In camera inspection is unwarranted in this case. The Defendant's Vaughn index was submitted under oath. There is no allegation of agency bad faith. Moreover, the description of the documents in the Douglas Affidavit sufficiently justifies the invocation of Exemption 5. In fact, the Plaintiff essentially concedes that the description of the documents justifies the invocation of Exemption (b)(5). See Plaintiff's Memorandum of Points and Authorities in Further Support of Her Motion, filed April 27, 1992, at 4. Accordingly, the Plaintiff's request for an in camera inspection shall be denied.
For the reasons stated herein, the Court finds that the FOIA does apply to the Smithsonian Institution. The Court also finds that the Defendant has properly withheld the two remaining documents in their entireties on the basis of FOIA Exemption (b)(6). Accordingly, the Defendant's Motion for Summary Judgment shall be granted and the Plaintiff's Motion for Summary Judgment shall be denied. The Court shall issue an Order of even date herewith consistent with the foregoing Memorandum Opinion.
June 25, 1992
CHARLES R. RICHEY
UNITED STATES DISTRICT JUDGE
EDITOR'S NOTE: The following court-provided text does not appear at this cite in 798 F. Supp. 22.

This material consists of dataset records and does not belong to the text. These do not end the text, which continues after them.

def revisions(sweeps_or_networks: Sequence[Any], threshold_return_loss_db: float = 10.0,
              bands: Iterable[Any] = (), spec: Spec | None = None, min_band_width_hz: float | None = None,
              port: int = 1, z0_ohm: float | None = None) -> Comparison:
    """Compare revisions against the first one (the baseline).

    ``sweeps_or_networks``: loaded Sweeps or ``skrf.Network`` objects (``port`` 1-based and
    ``z0_ohm`` apply to networks; load sweeps with ``spec.port`` / ``spec.z0_ohm`` for a spec).
    For each revision: the best sample (frequency, return loss), every threshold band
    (``threshold_return_loss_db`` positive dB; runs narrower than ``min_band_width_hz``, default
    :data:`matchtool.bands.MIN_BAND_FRACTION` of the span, are noise crossings), the worst case over
    each band of interest, and the deltas against the baseline (``delta = this - baseline``; None
    where either side has no band). With ``spec`` each sweep is also evaluated by
    :func:`matchtool.spec.evaluate`, its bands are measured too, and the best revision per
    requirement is named.
    """
    sweeps = [s if isinstance(s, Sweep) else as_sweep(s, port=port, z0_ohm=z0_ohm) for s in sweeps_or_networks]
    if not sweeps:
        raise UsageError("nothing to compare", expected="at least one sweep")
    adhoc = [as_band(b) for b in bands]
    all_bands = list(adhoc)
    if spec is not None:  # measured without a limit: their verdicts are the spec requirements
        # only the bands of the analysed port: a band of another port is judged on that port's own
        # reflection by spec.evaluate, and measuring it here on this port's would show wrong numbers
        all_bands += [BandOfInterest(b.name, float(b.f_low_hz), float(b.f_high_hz), None)
                      for b in spec_port_bands(spec, sweeps[0].port)]
    rows: list[Revision] = []
    warnings: list[str] = [] if spec is None else list(spec.warnings)
    base_bands: tuple[Band, ...] = ()
    for sw in sweeps:
        warnings.extend(w for w in sw.warnings if w not in warnings)
        f, g = sw.f_hz, sw.gamma
        i = best_index(g)
        found = search_bands(f, rf.return_loss_db(g), threshold_return_loss_db, min_band_width_hz)
        band = band_containing(list(found.bands), float(f[i]))
        worst = band_worst(f, g, all_bands)
        for w in worst:
            if not w.covered:
                warnings.append(f"{sw.path}: band {w.name!r}: {w.reason}")
            elif w.samples < 3:
                warnings.append(f"{sw.path}: band {w.name!r} holds only {w.samples} sample(s); "
                                "the worst case between samples is interpolated")
        if band is not None and (band.clipped_low or band.clipped_high):
            warnings.append(f"{sw.path}: the threshold band runs past the end of the sweep; "
                            "its bandwidth is a lower bound")
        if found.noise_crossings:
            warnings.append(f"{sw.path}: {len(found.noise_crossings)} threshold crossing(s) narrower than "
                            f"{found.min_width_hz / 1e6:.6g} MHz or holding fewer than {found.min_samples} samples are "
                            "noise-level crossings, not bands")
        unit = None
        if spec is not None:
            from .spec import evaluate

            unit = evaluate(sw, spec)
            warnings.extend(w for w in unit.warnings if w not in warnings)
        base = rows[0] if rows else None
        if base is None:
            base_bands = found.bands
        d_margin: tuple[float | None, ...] = ()
        if unit is not None:
            base_reqs = unit.requirements if base is None else base.spec.requirements
            d_margin = tuple(None if (requirement_margin(a) is None or requirement_margin(b) is None)
                             else requirement_margin(a) - requirement_margin(b)
                             for a, b in zip(unit.requirements, base_reqs, strict=True))
        bw = None if band is None else band.bandwidth_hz
        if base is None:
            d_f, d_bw = 0.0, (0.0 if bw is not None else None)
            d_worst = tuple(0.0 if w.worst_return_loss_db is not None else None for w in worst)
        else:
            d_f = float(f[i]) - base.best_f_hz
            d_bw = None if (bw is None or base.bandwidth_hz is None) else bw - base.bandwidth_hz
            d_worst = tuple(None if (w.worst_return_loss_db is None or b.worst_return_loss_db is None)
                            else w.worst_return_loss_db - b.worst_return_loss_db
                            for w, b in zip(worst, base.bands, strict=True))
        rows.append(Revision(file=sw.path, best_f_hz=float(f[i]), best_return_loss_db=float(rf.return_loss_db(g[i])),
                             band=band, bands=tuple(worst), delta_best_f_hz=d_f, delta_bandwidth_hz=d_bw,
                             delta_worst_return_loss_db=d_worst, is_baseline=base is None, spec=unit,
                             delta_margin=d_margin, threshold_bands=_pair_bands(found.bands, base_bands, band),
                             noise_crossings=found.noise_crossings))
    verdicts = []
    for k, b in enumerate(all_bands):
        cand = [(r.bands[k].worst_return_loss_db, r.file) for r in rows if r.bands[k].covered]
        best = max(cand, key=lambda c: c[0]) if cand else None  # first wins a tie
        verdicts.append(BandVerdict(
            name=b.name, f_low_hz=b.f_low_hz, f_high_hz=b.f_high_hz, limit_return_loss_db=b.limit_return_loss_db,
            best_file=None if best is None else best[1], best_worst_return_loss_db=None if best is None else best[0],
            passing_files=tuple(r.file for r in rows if r.bands[k].passed),
            uncovered_files=tuple(r.file for r in rows if not r.bands[k].covered)))
    return Comparison(baseline=rows[0].file, threshold_return_loss_db=float(threshold_return_loss_db),
                      rows=tuple(rows), verdicts=tuple(verdicts), warnings=tuple(warnings),
                      spec_path=None if spec is None else spec.path,
                      spec_verdicts=() if spec is None else spec_verdicts([r.spec for r in rows]),
                      bands=tuple(all_bands), adhoc_bands=len(adhoc), min_band_width_hz=min_band_width_hz)


def compare(sweeps: Sequence[Any], threshold_return_loss_db: float = 10.0, bands: Iterable[Any] = (),
            spec: Spec | None = None, min_band_width_hz: float | None = None) -> Comparison:
    """Former name of :func:`revisions` (same arguments and result)."""
    return revisions(sweeps, threshold_return_loss_db, bands, spec, min_band_width_hz)


def spec_port_bands(spec: Spec, port: int | None = None) -> tuple[Any, ...]:
    """The ``[[band]]`` requirements of ``spec`` on ``port`` (1-based; default the spec's port):
    the bands whose reflection is that port's."""
    p = spec.port if port is None else port
    return tuple(b for b in spec.bands if getattr(b, "port", spec.port) == p)


def spec_band_limits(spec: Spec, given: Iterable[Any] = (), port: int | None = None) -> tuple[BandOfInterest, ...]:
    """The bands of a spec on ``port`` (default the spec's port, the reflection a sweep loaded for
    the spec shows) with their limits as minimum return loss (every limit key converted), for
    shading and masks in pictures; a band equal to one of ``given`` (same name, edges and limit)
    is left out, so it is not drawn twice."""
    seen = {as_band(b) for b in given}
    return tuple(b for b in map(as_band, spec_port_bands(spec, port)) if b not in seen)


def band_name(f_low_hz: float, f_high_hz: float) -> str:
    """A default name for a band given only by its edges: ``902-928 MHz``."""
    def mhz(x: float) -> str:
        return f"{x / 1e6:.6g}"
    return f"{mhz(f_low_hz)}-{mhz(f_high_hz)} MHz"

ORDER - June 26, 1992, Filed
Upon consideration of the parties' cross-motions for summary judgment and the Defendant's Motion for Reconsideration of this Court's March 18, 1992 Order in the above-captioned case, and for the reasons articulated in this Court's Memorandum Opinion of even date herewith, it is, by this Court, this 25 day of June, 1992,
ORDERED that the Defendant's Motion for Reconsideration shall be, and hereby is, DENIED; and it is
FURTHER ORDERED that the Defendant's Motion for Summary Judgment shall be, and hereby is, GRANTED, on the basis of FOIA Exemption 6; and it is
FURTHER ORDERED that the Plaintiff's Motion for Summary Judgment shall be, and hereby is, DENIED; and it is
FURTHER ORDERED that the above-captioned case shall be, and hereby is, DISMISSED from the dockets of this Court.